_Exercise brief_. Search the entries for the word "JsonNode". Copy every line that holds it.

_Records shown_.
package riffle.cli;

import static org.junit.jupiter.api.Assertions.assertEquals;
import static org.junit.jupiter.api.Assertions.assertFalse;
import static org.junit.jupiter.api.Assertions.assertTrue;

import com.fasterxml.jackson.databind.JsonNode;
import java.io.IOException;
import java.net.URISyntaxException;
import java.nio.charset.StandardCharsets;
import java.nio.file.Files;
import java.nio.file.Path;
import java.util.ArrayList;
import java.util.List;
import java.util.Map;
import java.util.TreeMap;
import org.junit.jupiter.api.BeforeEach;
import org.junit.jupiter.api.Test;
import org.junit.jupiter.api.io.TempDir;

/**
 * Answers and names that try to steer the terminal: escape sequences (CSI, OSC), a one-byte C1 CSI,
 * bidirectional overrides and a bare carriage return. Answers keep them as text; nothing the
 * command line prints holds them raw; names holding them are refused and change nothing.
 */
class HostileTextTest {
  @TempDir Path dir;
  String project;

  @BeforeEach
  void importTheFixture() {
    project = CliTest.projectWith(dir, "control-characters.csv");
  }

  /** The characters of the fixture's answers, read from the file itself. */
  static Map<String, String> answersInTheFile() throws IOException {
    Map<String, String> out = new TreeMap<>();
    List<String> rows = new ArrayList<>();
    String text =
        Files.readString(CliTest.fixture("control-characters.csv"), StandardCharsets.UTF_8);
    // Each data row is one physical line except R-5, whose CR stays inside its quotes.
    for (String line : text.split("\n")) {
      rows.add(line);
    }
    for (String row : rows.subList(1, rows.size())) {
      String[] cells = row.substring(1, row.length() - 1).split("\",\"");
      out.put(cells[0], cells[2]);
    }
    return out;
  }

  static void assertNothingRaw(String printed) {
    for (int i = 0; i < printed.length(); i++) {
      char c = printed.charAt(i);
      boolean crlf = c == '\r' && i + 1 < printed.length() && printed.charAt(i + 1) == '\n';
      assertFalse(
          (c < 0x20 && c != '\n' && c != '\t' && !crlf)
              || (c >= 0x7f && c <= 0x9f)
              || (c >= 0x202a && c <= 0x202e)
              || (c >= 0x2066 && c <= 0x2069),
          "raw U+" + Integer.toHexString(c) + " at " + i + " in: " + printed);
    }
  }

  @Test
  void answersAreStoredAsTheyCameAndPrintedAsVisibleEscapes() throws IOException {
    CliTest.Run text =
        CliTest.riffle(
            "search",
            "--project",
            project,
            "--query",
            "delivery OR grinder OR price OR title OR carriage");
    assertEquals(0, text.code(), text.err());
    assertNothingRaw(text.out());
    assertTrue(text.out().contains("arrived \\u001B[31mred hot\\u001B[0m"), text.out());
    assertTrue(text.out().contains("\\u202Ecod.exe\\u202C"), text.out());
    assertTrue(text.out().contains("CSI \\u009B2J"), text.out());
    assertTrue(text.out().contains("fake line\\u000Doverwritten"), text.out());

    CliTest.Run json =
        CliTest.riffle(
            "search",
            "--project",
            project,
            "--query",
            "delivery OR grinder OR price OR title OR carriage OR steam",
            "--json");
    assertEquals(0, json.code(), json.err());
    assertNothingRaw(json.out());
    Map<String, String> file = answersInTheFile();
    JsonNode hits = json.json().get("hits");
    assertEquals(file.size(), hits.size(), json.out());
    for (JsonNode hit : hits) {
      assertEquals(
          file.get(hit.get("respondent").asText()),
          hit.get("text").asText(),
          "the JSON reads back as the very characters of the file");
    }
  }

  @Test
  void namesWithControlCharactersOrLineBreaksAreRefusedAndChangeNothing() {
    String before = CliTest.riffle("info", "--project", project, "--json").out();
    String codesBefore = CliTest.riffle("codes", "--project", project, "--json").out();
    for (String name : List.of("Price\u001B[2J", "two\nlines", "over\u202Eride", "tab\there")) {
      CliTest.Run run = CliTest.riffle("codes", "add", "--project", project, name);
      assertEquals(2, run.code(), name + ": " + run.out());
      assertTrue(run.err().contains("the code name"), run.err());
      assertNothingRaw(run.err());
      CliTest.Run theme =
          CliTest.riffle("codes", "add", "--project", project, "Fine", "--theme", name);
      assertEquals(2, theme.code(), name + ": " + theme.out());
      assertNothingRaw(theme.err());
    }
    CliTest.Run wave =
        CliTest.riffle(
            "import",
            "--project",
            project,
            "--file",
            CliTest.fixture("two-questions.csv").toString(),
            "--wave",
            "Wave\u001B]0;x\u0007 2");
    assertEquals(2, wave.code());
    assertTrue(wave.err().contains("the wave name \"Wave\\u001B]0;x\\u0007 2\" holds"), wave.err());
    assertNothingRaw(wave.err());
    CliTest.Run coder = CliTest.riffle("undo", "--project", project, "--coder", "ana\u001B[8m");
    assertEquals(2, coder.code(), coder.err());
    assertNothingRaw(coder.err());
    CliTest.Run segment =
        CliTest.riffle("phrases", "--project", project, "--segment", "dev\u009Bice=mobile");
    assertEquals(2, segment.code(), segment.err());
    assertTrue(segment.err().contains("the segment column"), segment.err());
    assertEquals(before, CliTest.riffle("info", "--project", project, "--json").out());
    assertEquals(codesBefore, CliTest.riffle("codes", "--project", project, "--json").out());
  }

  @Test
  void anExportWhoseNamesHoldControlCharactersIsRefusedWithItsPosition() throws Exception {
    String before = CliTest.riffle("info", "--project", project, "--json").out();
    CliTest.Run header =
        CliTest.riffle(
            "import", "--project", project, "--file", ingestFixture("control-header.csv"));
    assertEquals(2, header.code());
    assertTrue(header.err().contains("control-header.csv:1:2:"), header.err());
    assertNothingRaw(header.err());
    CliTest.Run codes =
        CliTest.riffle(
            "import", "--project", project, "--file", ingestFixture("control-codes.csv"));
    assertEquals(2, codes.code());
    assertTrue(codes.err().contains("control-codes.csv:3:3:"), codes.err());
    assertEquals(before, CliTest.riffle("info", "--project", project, "--json").out());
  }

  private static String ingestFixture(String name) throws URISyntaxException {
    return Path.of(HostileTextTest.class.getResource("/riffle/ingest/" + name).toURI()).toString();
  }
}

_Output for this exercise_.
import com.fasterxml.jackson.databind.JsonNode;
    JsonNode hits = json.json().get("hits");
    for (JsonNode hit : hits) {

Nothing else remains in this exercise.